Love shook his head. Malley grunted.

Again Purbright glanced at the list. “Rodney Gloss, man of law.”

“Straight as an acrobat’s intestines.” This from the stout sergeant.

Purbright sighed. “I think,” he said, “that we can start from the sound assumption that people seldom get themselves murdered by complete strangers. At the same time, we shall need to begin inquiring into what, if any, were Gwill’s departures from the normal and legitimate. Also, I propose to have a word with the Chief Constable and try and persuade him—God give me strength—that there is good reason to suspect that Gwill was done.

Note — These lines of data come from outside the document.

"""Turbulent exchange of heat and water vapour between the ground and the near-surface air.

Method
------
Bulk-aerodynamic fluxes (common practice; e.g. Stull, R. B. (1988), An
Introduction to Boundary Layer Meteorology, Kluwer, sec. 7.4):

    H = rho c_p C_H U_eff (T_s - T_a)          sensible heat [W m-2], upward
    E = C_E U_eff (rho_v,a - rho_v,s)          water vapour [kg m-2 s-1], downward

between the ground (skin temperature ``T_s``, vapour density ``rho_v,s``) and
the air at the reference height ``z`` (``T_a``, ``rho_v,a``), with
``C_E = C_H`` (common practice).  The neutral transfer coefficient is
``C_HN = kappa**2 / (ln(z/z0) ln(z/z0h))`` (von Karman constant 0.4), and the
stability correction is the non-iterative bulk-Richardson form of Louis,
J.-F. (1979), Boundary-Layer Meteorol. 17, 187-202, with the constants
b = c = d = 5 of its later revision (Louis, Tiedtke & Geleyn 1982, ECMWF
workshop; both from memory):

    Ri_b = g z (T_a - T_s) / (T_mean U**2)
    stable   (Ri_b > 0):  F_h = 1 / (1 + 3 b Ri_b sqrt(1 + d Ri_b))
    unstable (Ri_b < 0):  F_h = 1 - 3 b Ri_b / (1 + 3 b c C_HN sqrt(-Ri_b z / z0))

Under light wind and strong heating the Mars surface layer is in free
convection (Clow & Haberle 1991, read as an abstract); a convective velocity
scale adds gustiness, ``U_eff = sqrt(U**2 + (beta w*)**2)`` with
``w* = (g h H / (rho c_p T))**(1/3)`` over a convective layer of depth h,
beta = 1 (Beljaars, A. C. M. (1995), Q. J. R. Meteorol. Soc. 121, 255-270;
from memory), so the exchange never vanishes with the wind.  (The
compositional free convection over a subliming ice surface, Ingersoll 1970,
is negligible beside it at Mars vapour densities, ~1e-4 of the air's, and
is left out.)

The wind is given at the sensor height (a setting) and carried to the
reference height by the neutral logarithmic law.

Validity: reference height 0.5-100 m, roughness 1e-5 to 0.5 m (below the
reference height), wind 0.1-50 m s-1, temperatures 100-400 K.
"""

from __future__ import annotations

import math

from numba import njit

#: von Karman constant (common practice).
KARMAN = 0.4
#: Louis (1979) / Louis, Tiedtke & Geleyn (1982) constants b, c, d (from memory).
LOUIS_B = 5.0
LOUIS_C = 5.0
LOUIS_D = 5.0
#: Gustiness factor beta (Beljaars 1995, from memory).
GUST_BETA = 1.0


@njit(cache=True, fastmath=True, inline="always")
def neutral_coefficient(z_ref, z0, z0h):
    """Neutral transfer coefficient for heat, kappa^2 / (ln(z/z0) ln(z/z0h)) [-]."""
    return KARMAN * KARMAN / (math.log(z_ref / z0) * math.log(z_ref / z0h))


@njit(cache=True, fastmath=True, inline="always")
def stability_factor(ri, cn, z_ref, z0):
    """Louis-type stability factor F_h(Ri_b) multiplying the neutral coefficient [-]."""
    if ri >= 0.0:
        return 1.0 / (1.0 + 3.0 * LOUIS_B * ri * math.sqrt(1.0 + LOUIS_D * ri))
    return 1.0 - 3.0 * LOUIS_B * ri / (1.0 + 3.0 * LOUIS_B * LOUIS_C * cn * math.sqrt(-ri * z_ref / z0))


@njit(cache=True, fastmath=True, inline="always")
def transfer_velocity(ri_coef, t_s, t_a, u, w_star, cn, louis_u):
    """``C_H U_eff`` [m s-1] in the branch-free form the column kernel runs.

    Parameters
    ----------
    ri_coef : float [m2 s-2]  ``g z_ref``
    t_s, t_a : float [K]      ground skin and air (reference height) temperature
    u : float [m s-1]         wind at the reference height (> 0)
    w_star : float [m s-1]    convective velocity scale (0 when stable)
    cn : float [-]            :func:`neutral_coefficient`
    louis_u : float [-]       ``3 b c C_HN sqrt(z_ref / z0)``, the unstable branch's constant

    Both branches of :func:`stability_factor` are evaluated and one is selected, so the loop
    over cells stays SIMD; the result equals ``cn * stability_factor(...) * U_eff``.
    """
    ueff = math.sqrt(u * u + (GUST_BETA * w_star) * (GUST_BETA * w_star))
    ri = ri_coef * (t_a - t_s) / (0.5 * (t_a + t_s) * ueff * ueff)
    fst = 1.0 / (1.0 + 3.0 * LOUIS_B * ri * math.sqrt(1.0 + LOUIS_D * max(ri, 0.0)))
    fun = 1.0 - 3.0 * LOUIS_B * ri / (1.0 + louis_u * math.sqrt(max(-ri, 0.0)))
    return cn * (fst if ri >= 0.0 else fun) * ueff


def unstable_constant(z_ref, z0, z0h):
    """``3 b c C_HN sqrt(z_ref / z0)`` of Louis's unstable branch [-] (see :func:`transfer_velocity`)."""
    return 3.0 * LOUIS_B * LOUIS_C * neutral_coefficient(z_ref, z0, z0h) * math.sqrt(z_ref / z0)


@njit(cache=True, fastmath=True, inline="always")
def heat_transfer_velocity(t_s, t_a, u, z_ref, z0, z0h, g, w_star):
    """``C_H U_eff`` [m s-1] for the bulk fluxes (see the module notes).

    Parameters
    ----------
    t_s, t_a : float [K]     ground skin and air (reference height) temperature
    u : float [m s-1]        wind at the reference height (> 0)
    z_ref, z0, z0h : float [m]
    g : float [m s-2]
    w_star : float [m s-1]   convective velocity scale (0 when stable)
    """
    cn = neutral_coefficient(z_ref, z0, z0h)
    louis_u = 3.0 * LOUIS_B * LOUIS_C * cn * math.sqrt(z_ref / z0)
    return transfer_velocity(g * z_ref, t_s, t_a, u, w_star, cn, louis_u)


@njit(cache=True, fastmath=True, inline="always")
def convective_velocity(h_flux, rho, cp, t_a, g, depth):
    """Deardorff convective velocity w* = (g depth H / (rho c_p T))^(1/3) [m s-1]; 0 if H <= 0."""
    if h_flux <= 0.0:
        return 0.0
    return (g * depth * h_flux / (rho * cp * t_a)) ** (1.0 / 3.0)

“And we needn’t hope to be spared trouble by old Chubb deciding to ‘call in the Yard’, as I believe the phrase goes. For one thing, he likes to keep misfortune in the family. For another, he’d probably be hesitant to bother such a busy man as Sir Robert Peel.”

Chapter Four

While Purbright was fortifying himself with food against the approaching ordeal by Chief Constable, Mr Harcourt Chubb, himself—a slow thinker and late eater—listened to a lawyer’s tale.

It was Mr Rodney Gloss who had called upon him.

The Chief Constable, silver-haired, composed and misleadingly aesthetic-looking, regarded his visitor with polite attention and a perpetual half-smile.

Gloss had put himself at a disadvantage by accepting a seat before he remembered that the Chief Constable habitually remained standing, even in his own drawing room. He was, therefore, obliged to crane a bull-like neck in order to keep Chubb in the focus of his little fierce eyes.

The solicitor spoke quietly and carefully.